Le verset Vayéchev 37, 7 dit : «Et, voici que nous formions des gerbes, dans le champ(1). Et, voici que ma gerbe se dresse et se tient debout. Et, voici que vos gerbes l'entourent et qu'elles se prosternent devant ma gerbe». Puis, le verset 9 poursuit : «Il fit un autre rêve et il le raconta à ses frères. Il dit : voici que j'ai fait un autre rêve et voici que le soleil, la lune et onze étoile(2) se prosternent devant moi».

Les deux rêves de Yossef expriment, en l'occurrence, la même idée(3). Quel est donc le sens de la répétition, dès lors que les deux rêves sont identiques(4) ?

Tout d'abord, on peut observer que le premier rêve décrit une situation du monde matériel, la confection de gerbes, dans un champ, alors que le second fait référence à un stade plus haut et décrit ce qui se passe dans le ciel et concerne le soleil, la lune, les étoiles(5).

On peut déduire de cette première constatation, un principe, d'ordre général, qui s'applique au service de D.ieu de chacun : un Juif doit être animé, en permanence, du désir de connaître l'élévation, d'aller de l'avant, de gravir, en permanence, les échelons de la sainteté(6). Car, c'est précisément de cette façon que l'on peut s'élever du matériel vers le spirituel(7).

Ces deux rêves délivrent donc un message unique, afin de souligner la nécessité de transformer la matérialité, de mettre en évidence qu'en sa dimension profonde, celle-ci est en parfaite harmonie avec la vérité morale(8).

Le détail de ces rêves(9) délivre l'enseignement suivant. L'avancement sur un parcours spirituel exige un effort de la part de l'homme, un travail, impliquant la peine. C'est pour cette raison que le premier rêve décrit le travail du champ(10).

L'âme est envoyée sur un champ de bataille(11). Elle descend d'une cime élevée, connaît la chute et s'introduit dans un corps grossier. Dès lors, il lui faut travailler dur, afin de réunir les épis parsemés(12) pour en faire une botte unique, de ressembler et d'unir les forces de l'âme animale pour les investir dans le service du D.ieu unique(13).

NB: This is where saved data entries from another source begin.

/** The plant at `nowMs`; the advisories are those of the scripted board unless given. */
export function fakePlantState(nowMs = FAKE_NOW_MS, advisories: AdvisoryView[] = fakeAdvisoryBoard(nowMs).board.views()): PlantState {
  const sig = (id: string, name: string, unit: string, value: number | null, extra: Partial<PlantState["signals"][number]> = {}) => ({
    id,
    name,
    unit,
    value,
    quality: "good" as const,
    qualityReason: null,
    sourceTimeMs: nowMs - 1000,
    receiveTimeMs: nowMs - 800,
    expectedPeriodS: 5,
    stale: false,
    functionCheck: false,
    ...extra,
  });
  return {
    advisoryOnly: ADVISORY_ONLY,
    site: { name: "Tarnholm Works", plant: "Coal grinding line 2" },
    nowMs,
    signals: [
      sig("vm2-o2", "VM2 outlet O2 (VM2-AT-131)", "% vol", 7.9),
      sig("bf2-o2", "BF2 outlet O2 (BF2-AT-231)", "% vol", 9.1),
      sig("s21-o2", "S21 silo O2 (S21-AT-311)", "% vol", 6.2, {
        stale: true,
        sourceTimeMs: nowMs - 12 * MIN - 500,
        receiveTimeMs: nowMs - 12 * MIN,
      }),
      sig("vm2-co", "VM2 outlet CO (VM2-AT-132)", "ppm", 62),
      sig("bf2-co", "BF2 outlet CO (BF2-AT-232)", "ppm", 148),
      sig("s21-co", "S21 silo CO (S21-AT-312)", "ppm", 35, { functionCheck: true, quality: "uncertain", qualityReason: "calibration" }),
      sig("vm2-tt-111", "VM2 outlet temperature (VM2-TT-111)", "°C", 92.4),
      sig("bf2-tt-211", "BF2 outlet temperature (BF2-TT-211)", "°C", 71.5),
      sig("vm2-h2o", "VM2 outlet H2O (VM2-AT-133)", "% vol", 14.8),
    ],
    units: [
      {
        id: "vm2",
        name: "Mill VM2",
        kind: "mill",
        inerting: {
          unitId: "vm2",
          state: "inert",
          o2Signal: "vm2-o2",
          o2PctVol: 7.9,
          basis: "wet",
          limitPctVol: 10,
          limitSource: "site maximum 10 % wet (explosion protection document)",
          marginPctPt: 2.1,
          marginalBandPctPt: 1.5,
          reason: "O2 below the limit by more than the marginal band",
          measuredState: "inert",
          o2Signals: ["vm2-o2"],
          readingPctVol: 7.9,
          readingBasis: "wet",
          h2oSignal: null,
          h2oPctVol: null,
          limits: [
            { id: "site-maximum", pctVol: 10, basis: "wet", text: "site maximum 10 % wet (explosion protection document)", origin: "explosion protection document", locPctVol: null, monitoring: null, temperatureAllowancePctPt: null, o2PctVol: 7.9, marginPctPt: 2.1, trendPctPtPerMin: 0.02, timeToLimitS: 6300, governing: true },
          ],
          readings: [{ id: "vm2-o2", pctVol: 7.9, trusted: true, used: true, reason: "" }],
          vote: null,
          trendPctPtPerMin: 0.02,
          trendWindowS: 300,
          timeToLimitS: 6300,
          trendReason: "least squares over 300 s (300 points)",
          purge: null,
        },
      },
      {
        id: "bf2",
        name: "Bag filter BF2",
        kind: "bag-filter",
        inerting: {
          unitId: "bf2",
          state: "marginal",
          o2Signal: "bf2-o2",
          o2PctVol: 9.1,
          basis: "dry",
          limitPctVol: 10,
          limitSource: "LOC 12 % dry with the 2-point margin",
          marginPctPt: 0.9,
          marginalBandPctPt: 1.5,
          reason: "O2 within 1.5 points of the limit",
          measuredState: "marginal",
          o2Signals: ["bf2-o2"],
          readingPctVol: 9.1,
          readingBasis: "dry",
          h2oSignal: null,
          h2oPctVol: null,
          limits: [
            { id: "loc", pctVol: 10, basis: "dry", text: "LOC 12 % dry with the 2-point margin", origin: "coal test report", locPctVol: 12, monitoring: "continuous", temperatureAllowancePctPt: null, o2PctVol: 9.1, marginPctPt: 0.9, trendPctPtPerMin: -0.05, timeToLimitS: null, governing: true },
          ],
          readings: [{ id: "bf2-o2", pctVol: 9.1, trusted: true, used: true, reason: "" }],
          vote: null,
          trendPctPtPerMin: -0.05,
          trendWindowS: 300,
          timeToLimitS: null,
          trendReason: "O2 not rising toward a limit",
          purge: null,
        },
      },
      {
        id: "s21",
        name: "Fine-coal silo S21",
        kind: "silo",
        inerting: {
          unitId: "s21",
          state: "unknown",
          o2Signal: "s21-o2",
          o2PctVol: null,
          basis: "dry",
          limitPctVol: 8,
          limitSource: "site maximum 8 % dry",
          marginPctPt: null,
          marginalBandPctPt: 1,
          reason: "O2 analyser S21-AT-311 stale: no update for 12 min",
          measuredState: "unknown",
          o2Signals: ["s21-o2"],
          readingPctVol: null,
          readingBasis: "dry",
          h2oSignal: null,
          h2oPctVol: null,
          limits: [
            { id: "site-maximum", pctVol: 8, basis: "dry", text: "site maximum 8 % dry", origin: "explosion protection document", locPctVol: null, monitoring: null, temperatureAllowancePctPt: null, o2PctVol: null, marginPctPt: null, trendPctPtPerMin: null, timeToLimitS: null, governing: true },
          ],
          readings: [{ id: "s21-o2", pctVol: null, trusted: false, used: false, reason: "s21-o2: no data for 720 s" }],
          vote: null,
          trendPctPtPerMin: null,
          trendWindowS: 300,
          timeToLimitS: null,
          trendReason: "O2 trend unknown: s21-o2: no data for 720 s",
          purge: null,
        },
      },
      { id: "hg2", name: "Hot-gas generator HG2", kind: "hot-gas-generator", inerting: null },
    ],
    moistureSources: [
      fakeMoistureSource({ id: "bf2-h2o", name: "Filter outlet H2O analyser", kind: "analyser", h2oPctVol: 14.5, status: "ok", reason: "H2O analyser bf2-h2o" }),
      fakeMoistureSource({
        id: "vm2-balance",
        name: "Mill moisture balance",
        kind: "mass-balance",
        h2oPctVol: 13.6,
        status: "ok",
        reason: "mass balance: 3.52 t/h of water from 33.0 t/h of coal (12.0 % -> 1.5 %) into 70000 Nm³/h (mill-inlet) at 9.0 % H2O",
        coalFeedTPerH: 33,
        rawMoisturePctMass: 12,
        productMoisturePctMass: 1.5,
        evaporatedWaterKgPerH: 3518,
        gasFlowNm3PerH: 70_000,
        gasFlowMeasuredAt: "mill-inlet",
        incomingH2oPctVol: 9,
      }),
    ],
    dewPoints: [
      fakeDewPoint({ id: "vm2-outlet", name: "Mill outlet", unitId: "vm2", gasTempC: 92.4, h2oPctVol: 14.8, absPressurePa: 100_950, dewPointC: 53.9, marginK: 38.5, status: "ok", reason: "" }),
      fakeDewPoint({ id: "bf2-inlet", name: "Filter inlet", unitId: "bf2", gasTempC: 84, h2oPctVol: 14.6, absPressurePa: 100_700, dewPointC: 53.6, marginK: 30.4, status: "ok", reason: "" }),
      fakeDewPoint({
        id: "bf2-outlet",
        name: "Filter outlet",
        unitId: "bf2",
        gasTempC: 71.5,
        h2oPctVol: 14.5,
        absPressurePa: 100_400,
        dewPointC: 53.4,
        marginK: 18.1,
        status: "ok",
        reason: "",
        marginTrendKPerMin: -0.12,
        timeToCondensationS: 9050,
        comparisons: [
          { id: "vm2-balance", name: "Mill moisture balance", kind: "mass-balance", h2oPctVol: 13.6, dewPointC: 52.2, h2oDifferencePctVol: -0.9, dewPointDifferenceK: -1.2, status: "ok", reason: "" },
        ],
        h2oDisagreementPctVol: 0.9,
        dewPointDisagreementK: 1.2,
        disagreementReason: "",
      }),
      fakeDewPoint({
        id: "bf2-hopper",
        name: "Dust hopper",
        unitId: "bf2",
        gasTempC: null,
        h2oPctVol: 14.5,
        absPressurePa: 100_400,
        dewPointC: 53.4,
        marginK: null,
        status: "unknown",
        reason: "gas temperature BF2-TT-215 bad: open circuit",
      }),
    ],
    dewPointSummary: [
      {
        id: "plant",
        status: "partial",
        reason: "unknown at bf2-hopper: gas temperature BF2-TT-215 bad: open circuit; the lowest known is 18.1 K at bf2-outlet",
        lowestMarginK: 18.1,
        locationId: "bf2-outlet",
        locationName: "Filter outlet",
        lowestMarginTrendKPerMin: -0.12,
        shortestTimeToCondensationS: 9050,
        shortestTimeLocationId: "bf2-outlet",
        knownLocations: 3,
        totalLocations: 4,
        unknownLocations: [{ id: "bf2-hopper", reason: "gas temperature BF2-TT-215 bad: open circuit" }],
        barometricPa: 101_200,
        barometricSource: "configured",
        barometricReason: "configured 1012.0 hPa",
        lowestAcidMarginK: null,
        acidLocationId: null,
      },
    ],
    acidDewPoints: [],
    coPoints: [
      coPoint({ id: "vm2-outlet", name: "Mill outlet", unitId: "vm2", signal: "vm2-co", coPpm: 62, gradientPpmPerMin: 0.4, windowS: 300, status: "ok", reason: "" }),
      coPoint({ id: "bf2-outlet", name: "Filter outlet", unitId: "bf2", signal: "bf2-co", coPpm: 148, gradientPpmPerMin: 6.8, windowS: 300, status: "ok", reason: "" }),
      coPoint({
        id: "s21-top",
        name: "Silo S21 top",
        unitId: "s21",
        signal: "s21-co",
        coPpm: null,
        gradientPpmPerMin: null,
        windowS: 3600,
        status: "unknown",
        reason: "analyser S21-AT-312 in function check (calibration)",
      }),
    ],
    coRises: [
      {
        id: "bf2",
        name: "Filter CO rise",
        unitId: "bf2",
        inlet: "vm2-outlet",
        outlet: "bf2-outlet",
        transportDelayS: 20,
        outletPpm: 148,
        inletPpm: 62,
        inletAtMs: nowMs - 21_000,
        inletHow: "interpolated",
        risePpm: 86,
        status: "ok",
        reason: "",
        historyPoints: 80,
      },
    ],
    phases: [
      {
        id: "vm2",
        unitId: "vm2",
        phase: "grinding",
        sinceMs: nowMs - 185 * MIN,
        reason: "drive running (1795 kW >= 100 kW) and feed on (29.8 t/h >= 3 t/h)",
        inputs: {
          drivePowerKW: 1795,
          feedTPerH: 29.8,
          millInletTempC: 214,
          millOutletTempC: 92.4,
          inertFlowNm3PerH: 10_200,
          trip: null,
          maintenance: null,
          driveRunning: true,
          feedOn: true,
          hotGas: true,
          inertOn: true,
          coalInside: true,
        },
      },
    ],
    analysers: [
      {
        id: "vm2-a131",
        name: "Mill outlet O2 analyser",
        state: "ok",
        reasons: [],
        sinceMs: nowMs - 185 * MIN,
        plantRunning: true,
        signals: [{ signal: "vm2-o2", role: "value", state: "ok", reasons: [] }],
      },
      {
        id: "s21-a311",
        name: "Silo S21 O2/CO analyser",
        state: "stale",
        reasons: [
          "s21-o2: no update for 720 s (expected every 5 s, stale after 3 periods)",
          "s21-co: analyser in function check (NAMUR NE 107 category C: calibration, blowback or multiplexer switching)",
        ],
        sinceMs: nowMs - 12 * MIN + 15_000,
        plantRunning: true,
        signals: [
          { signal: "s21-o2", role: "value", state: "stale", reasons: ["no update for 720 s (expected every 5 s, stale after 3 periods)"] },
          {
            signal: "s21-co",
            role: "value",
            state: "function-check",
            reasons: ["analyser in function check (NAMUR NE 107 category C: calibration, blowback or multiplexer switching)"],
          },
        ],
      },
    ],
    advisories,
  };
}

Puis, par la suite, lorsque ce premier résultat est d'ores et déjà obtenu, il reste encore nécessaire de se prosterner, de se soumettre et de s'attacher à Yossef le Tsaddik, au Juste qui est le chef de la génération(14).

Le second rêve, qui se passe dans le ciel, figure l'étape en laquelle l'âme rejoint le stade élevé dans lequel elle se trouvait, avant de descendre dans ce monde inférieur (15). Celui qui obtient une telle élévation(16) et qui a le mérite de se consacrer aux préoccupations célestes doit, lui aussi, se prosterner devant Yossef, le Tsaddik, chef des enfants d'Israël et se soumettre à lui(17).

(Discours du Rabbi, Likoutei Si'hot, tome 3, page 805)

Notes :
(1) Yossef décrit ici son rêve, qui conduisit ses frères à le vendre.
(2) Son père, l'épouse de son père et ses onze frères.
(3) Sa suprématie, par rapport à ses frères et même par rapport à ses parents.
(4) La Torah n'introduit pas une répétition uniquement pour insister sur une certaine idée.
(5) Il y a donc bien ascension, entre les deux rêves.
(6) De sorte que l'élévation morale obtenue la veille n'est plus suffisante pour le lendemain.
(7) Au moyen d'une ascension permanente.
(8) C'est grâce à cela que l'élévation du matériel vers le spirituel peut être une réalité.
(9) S'ajoutant à leur formulation globale, au fait qu'ils vont dans le sens de l'ascension.
(10) Illustrant cette notion d'effort.
(11) Le monde matériel, au sein duquel elle doit se battre contre les forces du mal.
(12) Parmi les biens matériels avec lesquels elle entre en contact.
(13) Grâce à la transformation en sainteté de cette âme animale.
(14) Par l'intermédiaire duquel il est possible de s'attacher à D.ieu.
(15) Tout en continuant à vivre dans ce monde matériel.
(16) Qui vit dans le monde sans en subir les limites.
(17) En effet, disent nos Sages, dont la mémoire est une bénédiction, «il y a un chef par génération et il n'y pas deux choses par génération».